• Task statement
Return the line that contains "act += coef[j] * x[j]" plus every line after it to the end of the entries below, exactly as given, and stop there.

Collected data
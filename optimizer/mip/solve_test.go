package mip

import (
	"context"
	"math"
	"math/rand/v2"
	"os"
	"path/filepath"
	"testing"
)

// dataDir finds ../shared/data relative to the directory holding go.mod.
func dataDir(t testing.TB, sub string) string {
	t.Helper()
	dir, err := os.Getwd()
	if err != nil {
		t.Fatal(err)
	}
	for {
		if _, err := os.Stat(filepath.Join(dir, "go.mod")); err == nil {
			break
		}
		parent := filepath.Dir(dir)
		if parent == dir {
			t.Skip("no go.mod above the package directory")
		}
		dir = parent
	}
	d := filepath.Join(dir, "..", "shared", "data", sub)
	if _, err := os.Stat(d); err != nil {
		t.Skipf("data set %s is absent (%v); skipping", d, err)
	}
	return d
}

// bruteCover enumerates every subset of columns (n ≤ 20) and returns the
// cheapest cover (+Inf if none): an independent check by exhaustion.
func bruteCover(m int, cost []float64, colRows [][]int) float64 {
	n := len(cost)
	best := math.Inf(1)
	for mask := 0; mask < 1<<n; mask++ {
		c := 0.0
		cov := make([]bool, m)
		for j := 0; j < n; j++ {
			if mask>>j&1 == 1 {
				c += cost[j]
				for _, i := range colRows[j] {
					cov[i] = true
				}
			}
		}
		ok := true
		for _, v := range cov {
			ok = ok && v
		}
		if ok && c < best {
			best = c
		}
	}
	return best
}

func TestRandomCoverVsBruteForce(t *testing.T) {
	rng := rand.New(rand.NewPCG(7, 11))
	for trial := 0; trial < 150; trial++ {
		m, n := 2+rng.IntN(10), 2+rng.IntN(13)
		cost := make([]float64, n)
		rows := make([][]int, n)
		for j := range cost {
			cost[j] = float64(1 + rng.IntN(9))
			if trial%3 == 0 {
				cost[j] = 1
			}
			for i := 0; i < m; i++ {
				if rng.IntN(3) == 0 {
					rows[j] = append(rows[j], i)
				}
			}
		}
		want := bruteCover(m, cost, rows)
		p := SetCoverRows(m, cost, rows)
		res, err := Solve(context.Background(), p, Options{})
		if err != nil {
			t.Fatal(err)
		}
		if math.IsInf(want, 1) {
			if res.Status != Infeasible {
				t.Fatalf("trial %d: status %v, want infeasible", trial, res.Status)
			}
			continue
		}
		if res.Status != Optimal || math.Abs(res.Obj-want) > 1e-6 {
			t.Fatalf("trial %d: status %v obj %v, want optimal %v", trial, res.Status, res.Obj, want)
		}
		if v, ok := checkFeasible(p, res.X); !ok || math.Abs(v-res.Obj) > 1e-6 {
			t.Fatalf("trial %d: returned X infeasible or wrong objective (%v vs %v)", trial, v, res.Obj)
		}
	}
}

// checkFeasible evaluates x against p in the original space.
func checkFeasible(p *Problem, x []float64) (float64, bool) {
	q := &p.LP
	if len(x) != q.NumCols {
		return 0, false
	}
	act := make([]float64, q.NumRows)
	obj := p.ObjOffset
	for j := 0; j < q.NumCols; j++ {
		if x[j] < q.ColLo[j]-1e-6 || x[j] > q.ColUp[j]+1e-6 {
			return 0, false
		}
		if p.Integer[j] && math.Abs(x[j]-math.Round(x[j])) > 1e-6 {
			return 0, false
		}
		obj += q.Obj[j] * x[j]
		for k := q.ColStart[j]; k < q.ColStart[j+1]; k++ {
			act[q.RowIndex[k]] += q.Value[k] * x[j]
		}
	}
	for i := range act {
		if act[i] < q.RowLo[i]-1e-6*(1+math.Abs(q.RowLo[i])) || act[i] > q.RowUp[i]+1e-6*(1+math.Abs(q.RowUp[i])) {
			return 0, false
		}
	}
	return obj, true
}
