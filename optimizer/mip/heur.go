package mip

import (
	"math"

	"github.com/rigmix/rigmix/optimizer/lp"
)

// Limits of the LP-based heuristics (common practice).
const (
	diveMaxDepth   = 400
	diveIterFactor = 2 // a dive may use this many times the root LP's iterations, at least 2000
	rinsEvery      = 100
)

// heuristics runs the primal heuristics at a node with LP solution r and
// reports whether the incumbent improved: covering-specific LP-guided
// greedy completion and local improvement; for general MIPs rounding,
// the repair search started from the LP point and, at the root, RENS;
// fractional diving on the LP for both.
func (e *engine) heuristics(nd *node, r *lp.Result, isRoot bool) bool {
	improved := false
	if e.cover != nil {
		cd := e.cover
		// Take every column at 1 in the LP, complete greedily with cost
		// scaled by how far the LP is from taking the column.
		var sel []int
		sc := make([]float64, e.n)
		for j := 0; j < e.n; j++ {
			if r.X[j] > 1-intTol {
				sel = append(sel, j)
			}
			sc[j] = cd.cost[j]*(1-math.Min(1, r.X[j])) + 1e-9
		}
		if c := cd.greedy(sel, sc, nil); c != nil && e.setIncumbent(e.coverX(c)) {
			improved = true
		}
	} else {
		if e.round(r) {
			improved = true
		}
		if e.repairFrom(r.X) {
			improved = true
		}
		// At the root with an incumbent already (a start, or the repair
		// search before the LP), RINS searches around it first.
		if isRoot && e.inc != nil && e.rins(r) {
			improved = true
		}
		if isRoot && e.rens(r) {
			improved = true
		}
		if !isRoot && e.nodes-e.lastRinsNode >= rinsEvery && e.rins(r) {
			improved = true
		}
		if !isRoot && e.nodes-e.lastRinsNode >= rinsEvery {
			e.lastRinsNode = e.nodes
		}
	}
	if e.dive(r, isRoot) {
		improved = true
	}
	return improved
}

// round tries nearest rounding of the integer columns; with continuous
// columns present it fixes the rounded integers and solves the LP for
// the continuous ones.
func (e *engine) round(r *lp.Result) bool {
	x := append([]float64(nil), r.X...)
	for j := 0; j < e.n; j++ {
		if e.p.Integer[j] {
			x[j] = math.Max(e.clo[j], math.Min(e.cup[j], math.Round(x[j])))
		}
	}
	if !e.p.hasContinuous() {
		return e.setIncumbent(x)
	}
	if _, ok := e.evaluate(append([]float64(nil), x...)); ok {
		return e.setIncumbent(x)
	}
	return e.fixAndSolve(x)
}

// fixAndSolve fixes integer columns at the values in x, solves the LP in
// the continuous columns, restores the solver and records a feasible
// result.
func (e *engine) fixAndSolve(x []float64) bool {
	basis := e.s.Basis()
	for j := 0; j < e.n; j++ {
		if e.p.Integer[j] {
			e.s.SetColBounds(j, x[j], x[j])
		}
	}
	res, err := e.solveLP(0)
	for j := 0; j < e.n; j++ {
		if e.p.Integer[j] {
			e.s.SetColBounds(j, e.clo[j], e.cup[j])
		}
	}
	_ = e.s.SetBasis(basis)
	if err != nil || res.Status != lp.Optimal {
		return false
	}
	return e.setIncumbent(append([]float64(nil), res.X...))
}

// dive runs fractional diving (Achterberg 2007, §9.1.3): repeatedly
// bound the integer column that is closest to integral (for covering:
// the largest LP value, rounded up) and re-solve the LP, until the LP
// solution is integral, infeasible or no better than the incumbent.
func (e *engine) dive(r0 *lp.Result, isRoot bool) bool {
	basis := e.s.Basis()
	type saved struct {
		j      int
		lo, up float64
	}
	var undo []saved
	x := r0.X
	improved := false
	budget := 2000
	if isRoot {
		budget = max(budget, diveIterFactor*r0.Iterations)
	}
	used := 0
	for depth := 0; depth < diveMaxDepth && used < budget; depth++ {
		best, bestKey := -1, math.Inf(1)
		var bestVal float64
		fracs := 0
		for j := 0; j < e.n; j++ {
			if !e.p.Integer[j] || !isFrac(x[j]) {
				continue
			}
			fracs++
			f := x[j] - math.Floor(x[j])
			var key, v float64
			if e.cover != nil {
				key, v = 1-f, 1
			} else if f < 0.5 {
				key, v = f, math.Floor(x[j])
			} else {
				key, v = 1-f, math.Ceil(x[j])
			}
			if key < bestKey {
				best, bestKey, bestVal = j, key, v
			}
		}
		if fracs == 0 {
			if e.setIncumbent(append([]float64(nil), x...)) {
				improved = true
			}
			break
		}
		lo, up := e.s.ColBounds(best)
		undo = append(undo, saved{best, lo, up})
		if bestVal > x[best] {
			e.s.SetColBounds(best, bestVal, up)
		} else {
			e.s.SetColBounds(best, lo, bestVal)
		}
		res, err := e.solveLP(budget - used)
		if err != nil || res == nil {
			break
		}
		used += res.Iterations
		if res.Status == lp.Infeasible && used < budget {
			// Single backtrack (Achterberg 2007, §9.1): bound the column
			// the other way and try once more.
			if bestVal > x[best] {
				e.s.SetColBounds(best, lo, bestVal-1)
			} else {
				e.s.SetColBounds(best, bestVal+1, up)
			}
			res, err = e.solveLP(budget - used)
			if err != nil || res == nil {
				break
			}
			used += res.Iterations
		}
		if res.Status != lp.Optimal || e.wouldPrune(res.Obj) {
			break
		}
		x = res.X
		if e.checkStop() {
			break
		}
	}
	for k := len(undo) - 1; k >= 0; k-- {
		e.s.SetColBounds(undo[k].j, undo[k].lo, undo[k].up)
	}
	_ = e.s.SetBasis(basis)
	return improved
}
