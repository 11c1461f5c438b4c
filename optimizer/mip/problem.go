package mip

import "github.com/rigmix/rigmix/optimizer/lp"

// Problem is a mixed-integer linear program: the linear program LP with the
// columns marked in Integer restricted to integer values. Names are optional
// (nil or one per column/row) and are used by MPS export and messages.
type Problem struct {
	Name string
	LP   lp.Problem

	Integer   []bool // length LP.NumCols
	ColNames  []string
	RowNames  []string
	ObjOffset float64 // constant added to the objective value
}
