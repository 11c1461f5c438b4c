package mip

import (
	"context"
	"flag"
	"fmt"
	"math/rand/v2"
	"os/exec"
	"testing"
	"time"
)

var stressN = flag.Int("stress", 0, "cross-check this many extra random problems with CBC (long)")

// TestStressAgainstCBC cross-checks optimal values with CBC (independent
// solver) on many random plan-like, general and covering problems of
// moderate size. Runs only with -stress N.
func TestStressAgainstCBC(t *testing.T) {
	if *stressN == 0 {
		t.Skip("run with -stress N")
	}
	if _, err := exec.LookPath("cbc"); err != nil {
		t.Skip("cbc is not on PATH")
	}
	dir := t.TempDir()
	rng := rand.New(rand.NewPCG(99, 1))
	for k := 0; k < *stressN; k++ {
		var p *Problem
		switch k % 4 {
		case 3:
			p = randomGeneralMIP(rng, 5+rng.IntN(15), 8+rng.IntN(20))
			for j := range p.LP.ColUp {
				if rng.IntN(2) == 0 {
					p.LP.ColUp[j] += float64(rng.IntN(20))
				}
				p.LP.Obj[j] += 0.25 * float64(rng.IntN(4))
			}
		case 0:
			p = planLikeMIP(rng, 20+rng.IntN(80), 2+rng.IntN(3))
		case 1:
			p = randomGeneralMIP(rng, 5+rng.IntN(15), 8+rng.IntN(20))
		default:
			m, n := 30+rng.IntN(40), 60+rng.IntN(100)
			cost := make([]float64, n)
			rows := make([][]int, n)
			for j := range cost {
				cost[j] = float64(1 + rng.IntN(5))
				for i := 0; i < m; i++ {
					if rng.IntN(10) == 0 {
						rows[j] = append(rows[j], i)
					}
				}
			}
			p = SetCoverRows(m, cost, rows)
		}
		p.Name = fmt.Sprintf("stress%d", k)
		for _, th := range []int{1, 2} {
			res, err := Solve(context.Background(), p, Options{TimeLimit: 60 * time.Second, Threads: th})
			if err != nil {
				t.Fatalf("%s: %v", p.Name, err)
			}
			if th == 1 {
				file := writeMPSFile(t, dir, p.Name, p)
				ext := runCBC(t, file, 120*time.Second)
				switch ext.status {
				case "optimal":
					if res.Status != Optimal || !sameObj(res.Obj, ext.obj) {
						t.Errorf("%s: CBC optimum %v; we say %v %v", p.Name, ext.obj, res.Status, res.Obj)
					}
				case "infeasible":
					if res.Status != Infeasible {
						t.Errorf("%s: CBC infeasible; we say %v %v", p.Name, res.Status, res.Obj)
					}
				}
			}
			if res.X != nil {
				if v, ok := checkFeasible(p, res.X); !ok || !sameObj(v, res.Obj) {
					t.Errorf("%s threads %d: X infeasible or objective %v ≠ %v", p.Name, th, v, res.Obj)
				}
			}
			if res.Elapsed > 5*time.Second {
				t.Logf("%s threads %d: %v in %v, %d nodes", p.Name, th, res.Status, res.Elapsed, res.Nodes)
			}
		}
	}
}
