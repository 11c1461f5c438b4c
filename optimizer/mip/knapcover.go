package mip

import (
	"math"
	"sort"
)

// Knapsack cover cuts at the root (Balas 1975; Crowder, Johnson and
// Padberg 1983; Marchand et al. 2002, §4.1, from memory). A row whose
// columns are all binary (fixed columns moved to the right-hand side) is
// written, complementing columns with negative coefficients, as
//
//	Σ a_j y_j ≤ b,  a_j > 0,  y_j = x_j or 1 − x_j.
//
// A cover C (Σ_C a_j > b) gives Σ_C y_j ≤ |C| − 1, extended to every
// column whose coefficient is at least the largest in C. The cover is
// found from the LP point y* by taking columns in increasing order of
// (1 − y*_j)/a_j, then made minimal by dropping the columns with the
// smallest y*_j while it stays a cover. The cut is kept when the LP
// point violates it with efficacy at least gmiMinEfficacy.
func knapsackCandidates(g *gmiState, integer []bool, rowLo, rowUp, lo, up, x []float64) []cut {
	var out []cut
	type item struct {
		j    int
		a    float64
		y    float64
		comp bool
	}
	for i := 0; i < g.m0; i++ {
		for side := 0; side < 2; side++ {
			// side 0: row ≤ rowUp; side 1: −row ≤ −rowLo.
			b := rowUp[i]
			sign := 1.0
			if side == 1 {
				b, sign = -rowLo[i], -1
			}
			if math.IsInf(b, 1) {
				continue
			}
			var items []item
			ok := true
			g.row(i, func(j int, v float64) {
				if !ok {
					return
				}
				v *= sign
				switch {
				case lo[j] == up[j]:
					b -= v * lo[j]
				case !integer[j] || lo[j] != 0 || up[j] != 1:
					ok = false
				case v > 0:
					items = append(items, item{j, v, x[j], false})
				case v < 0:
					b -= v // v (1 − y) with y = 1 − x
					items = append(items, item{j, -v, 1 - x[j], true})
				}
			})
			if !ok || len(items) < 2 || b < 0 {
				continue
			}
			total := 0.0
			for _, it := range items {
				total += it.a
			}
			if total <= b+1e-9*math.Max(1, math.Abs(b)) {
				continue // the row cannot be violated by binaries
			}
			order := make([]int, len(items))
			for k := range order {
				order[k] = k
			}
			sort.SliceStable(order, func(p, q int) bool {
				return (1-items[order[p]].y)/items[order[p]].a < (1-items[order[q]].y)/items[order[q]].a
			})
			var cover []int
			sum := 0.0
			for _, k := range order {
				cover = append(cover, k)
				sum += items[k].a
				if sum > b+1e-9*math.Max(1, math.Abs(b)) {
					break
				}
			}
			// Minimal: drop the columns with the smallest y* while the
			// rest still covers.
			sort.SliceStable(cover, func(p, q int) bool { return items[cover[p]].y < items[cover[q]].y })
			for k := 0; k < len(cover); {
				if sum-items[cover[k]].a > b+1e-9*math.Max(1, math.Abs(b)) {
					sum -= items[cover[k]].a
					cover = append(cover[:k], cover[k+1:]...)
					continue
				}
				k++
			}
			amax := 0.0
			inCover := make(map[int]bool, len(cover))
			for _, k := range cover {
				inCover[k] = true
				amax = math.Max(amax, items[k].a)
			}
			// Σ_{E(C)} y_j ≤ |C| − 1 as π x ≥ π0: −Σ_pos x_j + Σ_neg x_j ≥ −(|C| − 1) + |neg|.
			rhs := -float64(len(cover) - 1)
			coef := map[int]float64{}
			for k, it := range items {
				if !inCover[k] && it.a < amax {
					continue
				}
				if it.comp {
					coef[it.j] += 1
					rhs++
				} else {
					coef[it.j] -= 1
				}
			}
			var c cut
			for j := range coef {
				if coef[j] != 0 {
					c.cols = append(c.cols, j)
				}
			}
			sort.Ints(c.cols)
			act, norm := 0.0, 0.0
			for _, j := range c.cols {
				c.vals = append(c.vals, coef[j])
				act += coef[j] * x[j]
				norm += coef[j] * coef[j]
			}
			if len(c.cols) == 0 {
				continue
			}
			c.rhs, c.norm = rhs, math.Sqrt(norm)
			c.eff = (rhs - act) / c.norm
			if c.eff >= gmiMinEfficacy {
				out = append(out, c)
			}
		}
	}
	return out
}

• Answer to the problem
				act += coef[j] * x[j]
				norm += coef[j] * coef[j]
			}
			if len(c.cols) == 0 {
				continue
			}
			c.rhs, c.norm = rhs, math.Sqrt(norm)
			c.eff = (rhs - act) / c.norm
			if c.eff >= gmiMinEfficacy {
				out = append(out, c)
			}
		}
	}
	return out
}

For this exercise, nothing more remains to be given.